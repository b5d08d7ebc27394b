"""Numba kernels of the statistics core.

Plain loops over float64 arrays that fill ``out`` arrays or update the state arrays they are
handed; they keep nothing themselves and validate nothing: shapes and dtypes are the business
of the Python classes that call them (``moments.py``, ``blocking.py``). All release the GIL.

Two numerical choices are made here:

* Products are never taken of raw samples: either of deviations from the block's own mean
  (``central_sums``, two passes) or from a fixed reference near the stream's mean
  (``block_sums``, one pass, the "shifted data" method). Both are far stabler than raw
  power sums or per-sample Welford updates on hot-wire data with a large mean and small
  fluctuations; guarded by ``tests/test_moments.py::test_large_offset_regression``.
* The inner loops run over a short chunk of samples held transposed (component-major) in
  local scalars so LLVM vectorises the reductions; ``fastmath`` only allows re-association
  of those sums (inputs are finite by the time they get here, the wire decoder rejects
  NaN/inf).
"""

from __future__ import annotations

import math
from typing import NamedTuple

import numba
import numpy as np

__all__ = [
    "BlockingLevels",
    "CentralSums",
    "RecentreTable",
    "ReportOrder",
    "Segments",
    "ShiftTable",
    "block_sums",
    "blocking_push",
    "central_sums",
    "central_terms_and_jacobian",
    "chain_rule",
    "influence_autocovariances",
    "ingest_block",
    "integral_scales",
    "inversions",
    "jonsson_lugsail",
    "kernel_view",
    "merge_comoments",
    "monomial_sums",
    "segment_push",
    "shift_comoments",
    "trend_and_halves",
]


# Bundles: the arrays of one piece of state, passed to a kernel as one argument (the kernels
# update the arrays in place). Each NamedTuple below names the fields and their order; the
# owning class builds the bundle in that order and hands the kernel a *plain* tuple: numba's
# dispatcher types an exact tuple of arrays on its fast path, a NamedTuple on the slow one
# (measured about 4 us more per BlockingAccumulator.update, -18 % at 512-row blocks).


class ShiftTable(NamedTuple):
    """Moving central sums to another centre: one row per (target combo, subset of its
    positions with size != 1); built by ``monomials.layout``."""

    order: np.ndarray  # order p of the target
    target: np.ndarray  # index of the target combo within order p
    src_order: np.ndarray  # size s of the subset (0 or 2..p)
    src: np.ndarray  # index of the subset combo within order s
    comp: np.ndarray  # (T, 4) components of the complement, -1 padded


class RecentreTable(NamedTuple):
    """Moving monomial sums to another centre (first-order sums need not vanish): one row per
    (target monomial, subset of its positions); built by ``monomials.layout``."""

    target: np.ndarray  # target monomial
    src: np.ndarray  # source monomial, or -1 (the count)
    comp: np.ndarray  # (R, 4) components of the complement, -1 padded


class ReportOrder(NamedTuple):
    """Where :func:`chain_rule` finds each statistic among the central co-moments, in report
    order; built by ``delta.StatisticTable``."""

    kfac: float  # k's factor for the number of components
    stress: np.ndarray  # positions of the Reynolds stresses
    third: np.ndarray  # of the third-order co-moments
    fourth: np.ndarray  # of the fourth-order co-moments
    c2: np.ndarray  # of uu, vv, ww
    c3: np.ndarray  # of uuu, vvv, www
    c4: np.ndarray  # of uuuu, vvvv, wwww


class CentralSums(NamedTuple):
    """Output of a block reduction: the block mean (m,) and central co-moment sums of order
    2, 3 and 4 (one entry per combo of that order)."""

    mean: np.ndarray
    s2: np.ndarray
    s3: np.ndarray
    s4: np.ndarray


class BlockingLevels(NamedTuple):
    """The dyadic levels of a blocking state (L levels, D monomials); see
    :func:`blocking_push` for what each holds."""

    count: np.ndarray  # (L,) int64
    S: np.ndarray  # (L, D)
    Q: np.ndarray  # (L, D, D)
    P: np.ndarray  # (L, D, D)
    first: np.ndarray  # (L, D)
    last: np.ndarray  # (L, D)
    has_last: np.ndarray  # (L,) bool
    pending: np.ndarray  # (L, D)
    has_pending: np.ndarray  # (L,) bool


class Segments(NamedTuple):
    """Segment store of component means: ``sums`` (SEGMENTS, m) of the complete segments and
    ``cur`` (m,) of the one being filled."""

    sums: np.ndarray
    cur: np.ndarray

_CHUNK = 128


def kernel_view(block: np.ndarray) -> np.ndarray:
    """The block as the one array type the kernels are compiled for: C-contiguous, aligned,
    read-only (no copy when it already is contiguous and aligned).

    numba compiles a separate specialisation per array layout, alignment and writability,
    and with re-associated sums two specialisations may round differently in the last bit.
    One type per dtype makes results independent of where a block came from (a decoded
    read-only wire buffer, a script's writable array, a replayed file); guarded by
    ``tests/test_pipeline.py::test_socket_path_and_in_process_api_give_identical_summaries``.
    """
    block = np.ascontiguousarray(block)
    if not block.flags.aligned:
        block = block.copy()
    if block.flags.writeable:
        block = block.view()
        block.flags.writeable = False
    return block


_FAST = {"nnan", "ninf", "nsz", "arcp", "contract", "reassoc"}


@numba.njit(cache=True, nogil=True)
def central_sums(x, mean, s2, s3, s4):
    """Mean and central co-moment *sums* of a block ``x`` (n, m), in two passes.

    Pass 1 the block mean, pass 2 the monomial sums of ``x - mean`` in chunks of
    ``_CHUNK`` rows (chunk sums are added, which keeps the rounding error of long blocks
    small). Fills ``mean`` (m,), ``s2`` (n2,), ``s3`` (n3,), ``s4`` (n4,) (sums, not averages).
    """
    n, m = x.shape
    _block_mean(x, mean)
    nc = (n + _CHUNK - 1) // _CHUNK
    starts = np.arange(nc) * _CHUNK
    lens = np.minimum(n - starts, _CHUNK)
    C = np.empty((nc, s2.shape[0] + s3.shape[0] + s4.shape[0] + m))
    monomial_sums(x, mean, starts, lens, C)
    _split_degrees(C.sum(axis=0), m, s2, s3, s4)


@numba.njit(cache=True, nogil=True)
def _split_degrees(T, m, s2, s3, s4):
    """Copy the degree 2, 3 and 4 parts of monomial vector ``T`` into ``s2``, ``s3``, ``s4``."""
    o = m
    for q in range(s2.shape[0]):
        s2[q] = T[o + q]
    o += s2.shape[0]
    for q in range(s3.shape[0]):
        s3[q] = T[o + q]
    o += s3.shape[0]
    for q in range(s4.shape[0]):
        s4[q] = T[o + q]


@numba.njit(cache=True, nogil=True)
def _block_mean(x, mean):
    """Pass 1: the mean of each column, summed as deviations from the first row (a 1e8
    offset would otherwise cost about six digits); NaN for an empty block."""
    n, m = x.shape
    if n == 0:
        for i in range(m):
            mean[i] = np.nan
        return
    x0 = np.empty(m)
    acc = np.zeros(m)
    for i in range(m):
        x0[i] = np.float64(x[0, i])  # float64 before subtracting float32 input
    for t in range(n):
        for i in range(m):
            acc[i] += np.float64(x[t, i]) - x0[i]
    for i in range(m):
        mean[i] = x0[i] + acc[i] / n


@numba.njit(cache=True, nogil=True)
def monomial_sums(x, c, starts, lens, out):
    """Sums of every monomial of degree 1-4 of ``x - c`` over chunks of rows.

    Chunk ``j`` is rows ``starts[j] : starts[j] + lens[j]``; ``out`` (n_chunks, D) receives
    the sums in monomial layout (``monomials.py``: degree by degree, combos in
    ``combinations_with_replacement`` order). One kernel per component count, each copying a
    chunk's components into contiguous float64 columns and keeping its sums in local scalars:
    LLVM then holds them in registers and vectorises the row loop. Measured on 16384 x 3
    float32 blocks cut in 64-row chunks: about 300 M rows/s, against 65 M rows/s for the
    earlier table-driven loops that stored every product (one core of the 2-core CI machine).
    """
    m = x.shape[1]
    if m == 3:
        _sums3(x, c, starts, lens, out)
    elif m == 2:
        _sums2(x, c, starts, lens, out)
    else:
        _sums1(x, c, starts, lens, out)


@numba.njit(cache=True, nogil=True, fastmath=_FAST)
def _sums1(x, c, starts, lens, out):
    c0 = c[0]
    for j in range(starts.shape[0]):
        a0 = a1 = a2 = a3 = 0.0
        for t in range(starts[j], starts[j] + lens[j]):
            u = x[t, 0] - c0
            uu = u * u
            a0 += u
            a1 += uu
            a2 += uu * u
            a3 += uu * uu
        out[j, 0], out[j, 1], out[j, 2], out[j, 3] = a0, a1, a2, a3


@numba.njit(cache=True, nogil=True, fastmath=_FAST)
def _sums2(x, c, starts, lens, out):
    L = _longest(lens)
    U, V = np.empty(L), np.empty(L)
    c0, c1 = c[0], c[1]
    for j in range(starts.shape[0]):
        s0, n = starts[j], lens[j]
        for t in range(n):
            U[t] = x[s0 + t, 0] - c0
            V[t] = x[s0 + t, 1] - c1
        a0 = a1 = a2 = a3 = a4 = a5 = a6 = a7 = a8 = a9 = a10 = a11 = a12 = a13 = 0.0
        for t in range(n):
            u = U[t]
            v = V[t]
            uu, uv, vv = u * u, u * v, v * v
            a0 += u
            a1 += v
            a2 += uu
            a3 += uv
            a4 += vv
            a5 += uu * u
            a6 += uu * v
            a7 += uv * v
            a8 += vv * v
            a9 += uu * uu
            a10 += uu * uv
            a11 += uu * vv
            a12 += uv * vv
            a13 += vv * vv
        out[j, 0], out[j, 1], out[j, 2], out[j, 3], out[j, 4] = a0, a1, a2, a3, a4
        out[j, 5], out[j, 6], out[j, 7], out[j, 8] = a5, a6, a7, a8
        out[j, 9], out[j, 10], out[j, 11], out[j, 12], out[j, 13] = a9, a10, a11, a12, a13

++++++++

PROBLEM DETAILS. Where a line above holds the string "components", copy that line.

WRITTEN SOLUTION.
    comp: np.ndarray  # (T, 4) components of the complement, -1 padded
    comp: np.ndarray  # (R, 4) components of the complement, -1 padded
    kfac: float  # k's factor for the number of components
    chunk's components into contiguous float64 columns and keeping its sums in local scalars:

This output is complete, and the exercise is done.